Task details
Given the records below, set each one down again exactly as it reads.

━━━━━ Data to process ━━━━━

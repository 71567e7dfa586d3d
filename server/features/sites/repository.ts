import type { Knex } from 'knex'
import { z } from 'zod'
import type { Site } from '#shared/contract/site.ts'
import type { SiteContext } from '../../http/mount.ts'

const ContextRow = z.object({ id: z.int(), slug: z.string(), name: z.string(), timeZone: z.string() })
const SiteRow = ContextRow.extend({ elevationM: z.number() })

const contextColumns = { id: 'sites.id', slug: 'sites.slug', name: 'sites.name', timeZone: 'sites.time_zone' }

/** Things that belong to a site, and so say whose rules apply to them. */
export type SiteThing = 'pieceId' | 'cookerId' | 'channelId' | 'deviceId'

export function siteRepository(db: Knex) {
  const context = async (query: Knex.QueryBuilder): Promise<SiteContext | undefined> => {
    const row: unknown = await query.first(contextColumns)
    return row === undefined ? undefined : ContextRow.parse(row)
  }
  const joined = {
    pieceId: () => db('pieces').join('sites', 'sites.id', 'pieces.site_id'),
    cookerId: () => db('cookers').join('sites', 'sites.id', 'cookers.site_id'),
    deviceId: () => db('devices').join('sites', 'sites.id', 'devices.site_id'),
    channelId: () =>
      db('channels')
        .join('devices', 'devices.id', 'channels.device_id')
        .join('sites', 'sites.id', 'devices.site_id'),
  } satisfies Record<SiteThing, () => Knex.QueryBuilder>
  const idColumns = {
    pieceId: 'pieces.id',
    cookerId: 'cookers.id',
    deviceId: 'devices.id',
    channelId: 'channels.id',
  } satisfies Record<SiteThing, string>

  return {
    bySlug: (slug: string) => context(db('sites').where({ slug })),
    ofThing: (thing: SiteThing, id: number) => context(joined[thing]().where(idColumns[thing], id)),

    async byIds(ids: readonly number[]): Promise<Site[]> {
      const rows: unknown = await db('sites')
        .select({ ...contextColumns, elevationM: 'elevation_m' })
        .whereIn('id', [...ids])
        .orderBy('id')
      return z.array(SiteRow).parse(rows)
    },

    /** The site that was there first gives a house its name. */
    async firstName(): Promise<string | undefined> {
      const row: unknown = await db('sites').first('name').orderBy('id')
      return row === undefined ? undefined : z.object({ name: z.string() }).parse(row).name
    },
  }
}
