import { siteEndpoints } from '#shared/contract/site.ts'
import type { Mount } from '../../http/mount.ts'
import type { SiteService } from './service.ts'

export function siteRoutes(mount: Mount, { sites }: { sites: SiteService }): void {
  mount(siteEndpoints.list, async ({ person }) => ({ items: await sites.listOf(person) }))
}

━━━━━

Answer space
repository 71567e7dfa586d3d
filename server/features/sites/repository.ts
import type { Knex } from 'knex'
import { z } from 'zod'
import type { Site } from '#shared/contract/site.ts'
import type { SiteContext } from '../../http/mount.ts'

const ContextRow = z.object({ id: z.int(), slug: z.string(), name: z.string(), timeZone: z.string() })
const SiteRow = ContextRow.extend({ elevationM: z.number() })

const contextColumns = { id: 'sites.id', slug: 'sites.slug', name: 'sites.name', timeZone: 'sites.time_zone' }

/** Things that belong to a site, and so say whose rules apply to them. */
export type SiteThing = 'pieceId' | 'cookerId' | 'channelId' | 'deviceId'

export function siteRepository(db: Knex) {
  const context = async (query: Knex.QueryBuilder): Promise<SiteContext | undefined> => {
    const row: unknown = await query.first(contextColumns)
    return row === undefined ? undefined : ContextRow.parse(row)
  }
  const joined = {
    pieceId: () => db('pieces').join('sites', 'sites.id', 'pieces.site_id'),
    cookerId: () => db('cookers').join('sites', 'sites.id', 'cookers.site_id'),
    deviceId: () => db('devices').join('sites', 'sites.id', 'devices.site_id'),
    channelId: () =>
      db('channels')
        .join('devices', 'devices.id', 'channels.device_id')
        .join('sites', 'sites.id', 'devices.site_id'),
  } satisfies Record<SiteThing, () => Knex.QueryBuilder>
  const idColumns = {
    pieceId: 'pieces.id',
    cookerId: 'cookers.id',
    deviceId: 'devices.id',
    channelId: 'channels.id',
  } satisfies Record<SiteThing, string>

  return {
    bySlug: (slug: string) => context(db('sites').where({ slug })),
    ofThing: (thing: SiteThing, id: number) => context(joined[thing]().where(idColumns[thing], id)),

    async byIds(ids: readonly number[]): Promise<Site[]> {
      const rows: unknown = await db('sites')
        .select({ ...contextColumns, elevationM: 'elevation_m' })
        .whereIn('id', [...ids])
        .orderBy('id')
      return z.array(SiteRow).parse(rows)
    },

    /** The site that was there first gives a house its name. */
    async firstName(): Promise<string | undefined> {
      const row: unknown = await db('sites').first('name').orderBy('id')
      return row === undefined ? undefined : z.object({ name: z.string() }).parse(row).name
    },
  }
}
import { siteEndpoints } from '#shared/contract/site.ts'
import type { Mount } from '../../http/mount.ts'
import type { SiteService } from './service.ts'

export function siteRoutes(mount: Mount, { sites }: { sites: SiteService }): void {
  mount(siteEndpoints.list, async ({ person }) => ({ items: await sites.listOf(person) }))
}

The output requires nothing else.